The generation and editing of audio-conditioned talking portraits guided by multimodal inputs, including text, images, and videos, remains under explored. In this paper, we present SkyReels-Audio, a unified framework for synthesizing high-fidelity and temporally coherent talking portrait videos. Built upon pretrained video diffusion transformers, our framework supports infinite-length generation and editing, while enabling diverse and controllable conditioning through multimodal inputs. We employ a hybrid curriculum learning strategy to progressively align audio with facial motion, enabling fine-grained multimodal control over long video sequences. To enhance local facial coherence, we introduce a facial mask loss and an audio-guided classifier-free guidance mechanism. A sliding-window denoising approach further fuses latent representations across temporal segments, ensuring visual fidelity and temporal consistency across extended durations and diverse identities. More importantly, we construct a dedicated data pipeline for curating high-quality triplets consisting of synchronized audio, video, and textual descriptions. Comprehensive benchmark evaluations show that SkyReels-Audio achieves superior performance in lip-sync accuracy, identity consistency, and realistic facial dynamics, particularly under complex and challenging conditions.
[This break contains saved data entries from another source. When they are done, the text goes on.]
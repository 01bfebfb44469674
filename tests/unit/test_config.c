/* The configuration reader: a valid file loads with the values it states,
 * and each class of mistake is reported as FILE:LINE: with the right line.
 * No science here, so no source to cite. */
#include <math.h>
#include <setjmp.h>
#include <stdarg.h>
#include <stddef.h>
#include <stdio.h>
#include <stdlib.h>
#include <string.h>
#include <unistd.h>
#include <cmocka.h>

#include "conf_file.h"
#include "hs_config.h"

/* cmocka 1.1.5 has no floating-point assertion. */
#define assert_double_equal(a, b, tol) assert_true(fabs((double)(a) - (double)(b)) <= (tol))

static conf_dir cd;

/* Lines 1..22; tests append to it or replace parts. */
#define BASE \
    "[site]\n"                          /* 1 */ \
    "name = test-works\n"               /* 2 */ \
    "latitude = 10\n"                   /* 3 */ \
    "\n"                                /* 4 */ \
    "[bus plc]\n"                       /* 5 */ \
    "type = tcp\n"                      /* 6 */ \
    "host = 127.0.0.1\n"                /* 7 */ \
    "port = 1502\n"                     /* 8 */ \
    "unit_ids = 1,3-4\n"                /* 9 */ \
    "\n"                                /* 10 */ \
    "[pond a]\n"                        /* 11 */ \
    "role = concentrator\n"             /* 12 */ \
    "area = 2 ha\n"                     /* 13 */ \
    "next = b\n"                        /* 14 */ \
    "[pond b]\n"                        /* 15 */ \
    "role = crystalliser\n"             /* 16 */ \
    "area = 5000 m2\n"                  /* 17 */ \
    "[signal a.temperature]\n"          /* 18 */ \
    "bus = plc\n"                       /* 19 */ \
    "address = 10\n"                    /* 20 */ \
    "type = int16\n"                    /* 21 */ \
    "unit = C\n"                        /* 22 */

static void expect_error(const char *text, int line, const char *what)
{
    conf_expect_error(&cd, text, line, what);
}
Overview of SkyReels-Audio. Whisper encodes resampled audio and fuse video tokens with cross-attention layers. Image and video controls are joint featured with VAE before combine with input noise to provide a video identity and environment priors.
Given a portrait image, video, or text along with audio input, SkyReels-Audio can generate and edit portraits with strong identity consistency, expressive facial and natural body dynamics.
SkyReels-Audio also support lip movement alignment given reference videos and audio clips.
SkyReels-Audio can handle reference images of different objectives, sizes, and styles, and claim naturally consistent video results.